- **DATA RECORDS**
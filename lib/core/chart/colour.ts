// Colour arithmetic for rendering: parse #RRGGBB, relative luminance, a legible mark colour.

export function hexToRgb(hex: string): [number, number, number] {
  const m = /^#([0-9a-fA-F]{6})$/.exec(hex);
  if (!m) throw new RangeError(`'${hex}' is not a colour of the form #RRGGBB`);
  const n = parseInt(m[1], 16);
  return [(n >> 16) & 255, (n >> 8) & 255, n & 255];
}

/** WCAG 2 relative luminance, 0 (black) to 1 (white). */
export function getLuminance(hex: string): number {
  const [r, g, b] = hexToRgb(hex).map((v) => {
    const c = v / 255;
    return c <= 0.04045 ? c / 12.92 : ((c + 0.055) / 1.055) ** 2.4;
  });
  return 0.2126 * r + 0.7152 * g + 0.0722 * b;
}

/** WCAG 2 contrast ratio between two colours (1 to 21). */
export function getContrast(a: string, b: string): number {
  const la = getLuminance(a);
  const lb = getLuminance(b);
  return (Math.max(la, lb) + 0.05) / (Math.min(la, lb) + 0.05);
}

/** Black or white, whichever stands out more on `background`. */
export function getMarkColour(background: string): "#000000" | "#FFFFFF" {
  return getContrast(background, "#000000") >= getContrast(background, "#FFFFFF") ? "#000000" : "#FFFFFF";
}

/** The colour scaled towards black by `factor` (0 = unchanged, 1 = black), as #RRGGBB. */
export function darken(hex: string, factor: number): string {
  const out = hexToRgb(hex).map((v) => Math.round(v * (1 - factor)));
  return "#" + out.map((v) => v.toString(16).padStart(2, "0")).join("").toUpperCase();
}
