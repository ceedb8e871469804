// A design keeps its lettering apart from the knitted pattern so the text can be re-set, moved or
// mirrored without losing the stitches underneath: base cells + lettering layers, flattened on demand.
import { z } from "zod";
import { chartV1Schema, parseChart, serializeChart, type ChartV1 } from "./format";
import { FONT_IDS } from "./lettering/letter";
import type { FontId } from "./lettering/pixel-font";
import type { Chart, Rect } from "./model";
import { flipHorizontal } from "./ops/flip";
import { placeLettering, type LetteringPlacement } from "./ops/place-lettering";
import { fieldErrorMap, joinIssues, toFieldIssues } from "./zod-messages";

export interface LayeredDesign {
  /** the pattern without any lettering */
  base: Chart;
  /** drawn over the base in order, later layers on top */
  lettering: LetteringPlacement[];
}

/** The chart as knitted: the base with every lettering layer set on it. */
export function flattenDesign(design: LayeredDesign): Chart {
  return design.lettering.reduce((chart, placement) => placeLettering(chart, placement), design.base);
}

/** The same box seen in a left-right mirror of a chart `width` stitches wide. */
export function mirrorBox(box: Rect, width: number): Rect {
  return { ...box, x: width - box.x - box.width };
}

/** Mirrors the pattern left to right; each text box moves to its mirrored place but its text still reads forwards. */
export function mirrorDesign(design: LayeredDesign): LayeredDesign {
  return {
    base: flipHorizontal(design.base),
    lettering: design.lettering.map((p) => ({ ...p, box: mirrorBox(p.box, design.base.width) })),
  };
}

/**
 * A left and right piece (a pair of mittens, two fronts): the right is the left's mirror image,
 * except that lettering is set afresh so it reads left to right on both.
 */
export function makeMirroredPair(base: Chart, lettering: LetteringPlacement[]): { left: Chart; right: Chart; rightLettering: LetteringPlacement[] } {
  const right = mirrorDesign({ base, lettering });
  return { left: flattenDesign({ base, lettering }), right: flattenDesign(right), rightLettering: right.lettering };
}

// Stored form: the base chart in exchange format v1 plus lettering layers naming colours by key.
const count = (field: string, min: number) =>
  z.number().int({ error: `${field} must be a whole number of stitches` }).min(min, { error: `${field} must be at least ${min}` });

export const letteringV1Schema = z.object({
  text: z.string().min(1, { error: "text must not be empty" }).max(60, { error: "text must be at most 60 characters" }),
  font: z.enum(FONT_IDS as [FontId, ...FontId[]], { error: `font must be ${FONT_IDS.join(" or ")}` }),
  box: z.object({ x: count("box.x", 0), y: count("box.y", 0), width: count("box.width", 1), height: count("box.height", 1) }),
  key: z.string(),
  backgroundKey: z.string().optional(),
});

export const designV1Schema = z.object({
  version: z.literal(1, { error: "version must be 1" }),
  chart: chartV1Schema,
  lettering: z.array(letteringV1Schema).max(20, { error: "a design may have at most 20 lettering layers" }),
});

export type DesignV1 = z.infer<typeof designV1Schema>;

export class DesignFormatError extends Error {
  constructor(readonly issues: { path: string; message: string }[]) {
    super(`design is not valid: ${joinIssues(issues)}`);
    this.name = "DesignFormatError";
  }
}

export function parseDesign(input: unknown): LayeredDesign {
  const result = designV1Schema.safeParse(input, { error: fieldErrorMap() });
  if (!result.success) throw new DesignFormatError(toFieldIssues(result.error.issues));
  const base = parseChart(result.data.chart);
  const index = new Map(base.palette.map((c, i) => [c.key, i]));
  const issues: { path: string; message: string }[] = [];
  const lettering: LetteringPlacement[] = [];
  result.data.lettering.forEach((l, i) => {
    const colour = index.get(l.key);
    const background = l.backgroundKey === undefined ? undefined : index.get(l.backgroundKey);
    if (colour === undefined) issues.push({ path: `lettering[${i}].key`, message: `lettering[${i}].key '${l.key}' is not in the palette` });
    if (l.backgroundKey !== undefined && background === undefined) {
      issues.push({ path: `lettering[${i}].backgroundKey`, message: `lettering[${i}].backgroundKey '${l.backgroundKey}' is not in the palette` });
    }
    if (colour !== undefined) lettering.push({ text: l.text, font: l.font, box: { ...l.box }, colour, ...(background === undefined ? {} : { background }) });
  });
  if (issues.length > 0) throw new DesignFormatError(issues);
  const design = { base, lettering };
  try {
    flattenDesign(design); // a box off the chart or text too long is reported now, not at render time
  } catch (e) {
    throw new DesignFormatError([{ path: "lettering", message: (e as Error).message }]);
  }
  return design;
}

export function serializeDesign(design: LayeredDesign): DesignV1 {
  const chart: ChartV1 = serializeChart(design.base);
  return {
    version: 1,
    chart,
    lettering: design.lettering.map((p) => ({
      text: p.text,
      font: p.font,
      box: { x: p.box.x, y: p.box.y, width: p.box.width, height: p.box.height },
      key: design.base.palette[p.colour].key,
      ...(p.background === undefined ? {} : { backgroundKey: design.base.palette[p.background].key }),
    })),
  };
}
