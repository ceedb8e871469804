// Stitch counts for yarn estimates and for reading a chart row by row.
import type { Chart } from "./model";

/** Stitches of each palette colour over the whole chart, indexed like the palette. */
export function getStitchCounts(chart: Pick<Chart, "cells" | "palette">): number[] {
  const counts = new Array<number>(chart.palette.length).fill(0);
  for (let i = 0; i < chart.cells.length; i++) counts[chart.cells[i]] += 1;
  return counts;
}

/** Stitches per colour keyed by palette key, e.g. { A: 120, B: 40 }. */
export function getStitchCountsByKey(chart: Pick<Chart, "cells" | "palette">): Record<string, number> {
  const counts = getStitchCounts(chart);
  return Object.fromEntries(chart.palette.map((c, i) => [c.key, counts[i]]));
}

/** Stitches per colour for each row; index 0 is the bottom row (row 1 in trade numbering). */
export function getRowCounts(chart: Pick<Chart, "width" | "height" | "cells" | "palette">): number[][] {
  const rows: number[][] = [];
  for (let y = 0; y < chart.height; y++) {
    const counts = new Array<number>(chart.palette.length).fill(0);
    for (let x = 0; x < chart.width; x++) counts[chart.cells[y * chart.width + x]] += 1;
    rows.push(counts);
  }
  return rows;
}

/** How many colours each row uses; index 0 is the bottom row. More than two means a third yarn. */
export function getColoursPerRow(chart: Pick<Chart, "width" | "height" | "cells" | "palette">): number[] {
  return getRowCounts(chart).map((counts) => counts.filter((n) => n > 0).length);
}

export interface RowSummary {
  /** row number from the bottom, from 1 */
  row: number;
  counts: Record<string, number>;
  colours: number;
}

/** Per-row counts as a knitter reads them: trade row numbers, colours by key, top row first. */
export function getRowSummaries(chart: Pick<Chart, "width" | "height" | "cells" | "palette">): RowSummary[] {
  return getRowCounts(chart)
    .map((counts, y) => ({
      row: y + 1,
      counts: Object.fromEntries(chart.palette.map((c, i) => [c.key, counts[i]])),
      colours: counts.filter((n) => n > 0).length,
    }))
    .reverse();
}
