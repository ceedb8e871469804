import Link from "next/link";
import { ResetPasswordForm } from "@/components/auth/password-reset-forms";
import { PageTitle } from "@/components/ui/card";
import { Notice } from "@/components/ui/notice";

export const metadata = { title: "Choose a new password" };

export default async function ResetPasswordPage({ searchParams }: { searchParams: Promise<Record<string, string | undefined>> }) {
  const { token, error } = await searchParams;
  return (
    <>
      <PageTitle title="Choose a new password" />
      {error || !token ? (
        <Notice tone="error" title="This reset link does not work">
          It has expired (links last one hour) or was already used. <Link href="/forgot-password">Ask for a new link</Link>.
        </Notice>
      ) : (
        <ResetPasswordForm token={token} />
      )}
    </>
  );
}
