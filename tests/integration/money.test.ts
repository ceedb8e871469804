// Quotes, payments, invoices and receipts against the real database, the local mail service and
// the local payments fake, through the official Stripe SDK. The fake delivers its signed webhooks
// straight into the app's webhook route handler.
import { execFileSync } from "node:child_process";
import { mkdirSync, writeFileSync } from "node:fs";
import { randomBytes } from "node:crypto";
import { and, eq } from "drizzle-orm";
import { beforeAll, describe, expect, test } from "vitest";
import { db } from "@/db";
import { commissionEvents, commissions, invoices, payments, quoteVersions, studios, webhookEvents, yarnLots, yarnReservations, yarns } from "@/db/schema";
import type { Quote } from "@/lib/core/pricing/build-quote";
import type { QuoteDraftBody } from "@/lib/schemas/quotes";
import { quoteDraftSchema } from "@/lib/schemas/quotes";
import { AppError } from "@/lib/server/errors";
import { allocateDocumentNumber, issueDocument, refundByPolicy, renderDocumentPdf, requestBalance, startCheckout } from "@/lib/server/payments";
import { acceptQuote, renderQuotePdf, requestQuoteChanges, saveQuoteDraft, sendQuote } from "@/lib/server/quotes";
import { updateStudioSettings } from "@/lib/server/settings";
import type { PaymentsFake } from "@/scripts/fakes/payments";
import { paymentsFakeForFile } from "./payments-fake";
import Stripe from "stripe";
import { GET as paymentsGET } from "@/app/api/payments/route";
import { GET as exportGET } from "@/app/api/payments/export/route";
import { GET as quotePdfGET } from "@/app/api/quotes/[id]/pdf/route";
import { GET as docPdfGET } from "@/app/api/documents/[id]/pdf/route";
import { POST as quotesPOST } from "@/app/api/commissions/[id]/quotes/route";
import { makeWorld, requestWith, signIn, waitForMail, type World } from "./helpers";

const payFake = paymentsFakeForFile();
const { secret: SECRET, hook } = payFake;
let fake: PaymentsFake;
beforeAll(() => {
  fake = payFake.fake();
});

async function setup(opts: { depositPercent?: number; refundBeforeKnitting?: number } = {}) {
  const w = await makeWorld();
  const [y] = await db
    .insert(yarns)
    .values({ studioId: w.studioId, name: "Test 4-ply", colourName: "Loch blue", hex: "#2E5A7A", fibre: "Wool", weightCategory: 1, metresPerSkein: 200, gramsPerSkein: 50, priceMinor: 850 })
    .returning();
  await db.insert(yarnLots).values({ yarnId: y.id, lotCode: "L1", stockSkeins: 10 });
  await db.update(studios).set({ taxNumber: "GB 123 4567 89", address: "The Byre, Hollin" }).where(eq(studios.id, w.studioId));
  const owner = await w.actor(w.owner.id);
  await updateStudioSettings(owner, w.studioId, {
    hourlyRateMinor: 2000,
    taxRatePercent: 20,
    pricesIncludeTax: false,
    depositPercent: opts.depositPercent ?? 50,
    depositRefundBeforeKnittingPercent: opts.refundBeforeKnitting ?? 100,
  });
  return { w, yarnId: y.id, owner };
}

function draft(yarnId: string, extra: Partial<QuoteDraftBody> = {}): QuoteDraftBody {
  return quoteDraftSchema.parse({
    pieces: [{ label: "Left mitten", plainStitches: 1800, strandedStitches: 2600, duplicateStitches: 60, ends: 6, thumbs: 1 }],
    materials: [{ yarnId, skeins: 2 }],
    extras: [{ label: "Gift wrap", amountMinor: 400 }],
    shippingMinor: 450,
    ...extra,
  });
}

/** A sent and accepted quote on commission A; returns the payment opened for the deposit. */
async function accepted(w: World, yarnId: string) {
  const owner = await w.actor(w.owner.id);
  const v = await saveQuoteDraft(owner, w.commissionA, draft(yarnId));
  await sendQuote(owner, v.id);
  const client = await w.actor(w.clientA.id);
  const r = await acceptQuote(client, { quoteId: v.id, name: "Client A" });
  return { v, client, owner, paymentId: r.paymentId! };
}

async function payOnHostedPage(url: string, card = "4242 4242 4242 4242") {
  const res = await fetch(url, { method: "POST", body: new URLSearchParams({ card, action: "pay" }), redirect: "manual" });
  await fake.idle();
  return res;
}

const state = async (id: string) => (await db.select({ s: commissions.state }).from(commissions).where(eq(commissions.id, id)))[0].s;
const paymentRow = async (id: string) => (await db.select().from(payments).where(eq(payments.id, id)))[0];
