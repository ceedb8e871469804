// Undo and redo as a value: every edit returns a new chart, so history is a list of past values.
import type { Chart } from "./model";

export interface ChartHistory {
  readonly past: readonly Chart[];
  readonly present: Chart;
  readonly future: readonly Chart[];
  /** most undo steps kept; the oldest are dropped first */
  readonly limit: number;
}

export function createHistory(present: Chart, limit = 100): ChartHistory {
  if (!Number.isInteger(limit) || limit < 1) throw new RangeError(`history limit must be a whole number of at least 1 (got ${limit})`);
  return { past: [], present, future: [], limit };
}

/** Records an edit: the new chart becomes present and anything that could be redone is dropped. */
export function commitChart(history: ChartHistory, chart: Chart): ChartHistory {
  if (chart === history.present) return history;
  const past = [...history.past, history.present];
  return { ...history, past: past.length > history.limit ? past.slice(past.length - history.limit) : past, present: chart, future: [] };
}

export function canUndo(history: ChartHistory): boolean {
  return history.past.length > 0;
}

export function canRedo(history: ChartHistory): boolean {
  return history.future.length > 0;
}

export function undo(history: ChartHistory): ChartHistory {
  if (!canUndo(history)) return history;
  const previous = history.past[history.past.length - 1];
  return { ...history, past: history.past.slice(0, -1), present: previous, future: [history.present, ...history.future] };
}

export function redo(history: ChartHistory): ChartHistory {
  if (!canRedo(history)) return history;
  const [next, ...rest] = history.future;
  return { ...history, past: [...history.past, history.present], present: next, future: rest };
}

- **TASK ITEM**
Within the listing above, filter for lines holding the string "token" and copy each one.

- **SOLUTION TO THE EXERCISE**
  const { token, error } = await searchParams;
      {error || !token ? (
        <ResetPasswordForm token={token} />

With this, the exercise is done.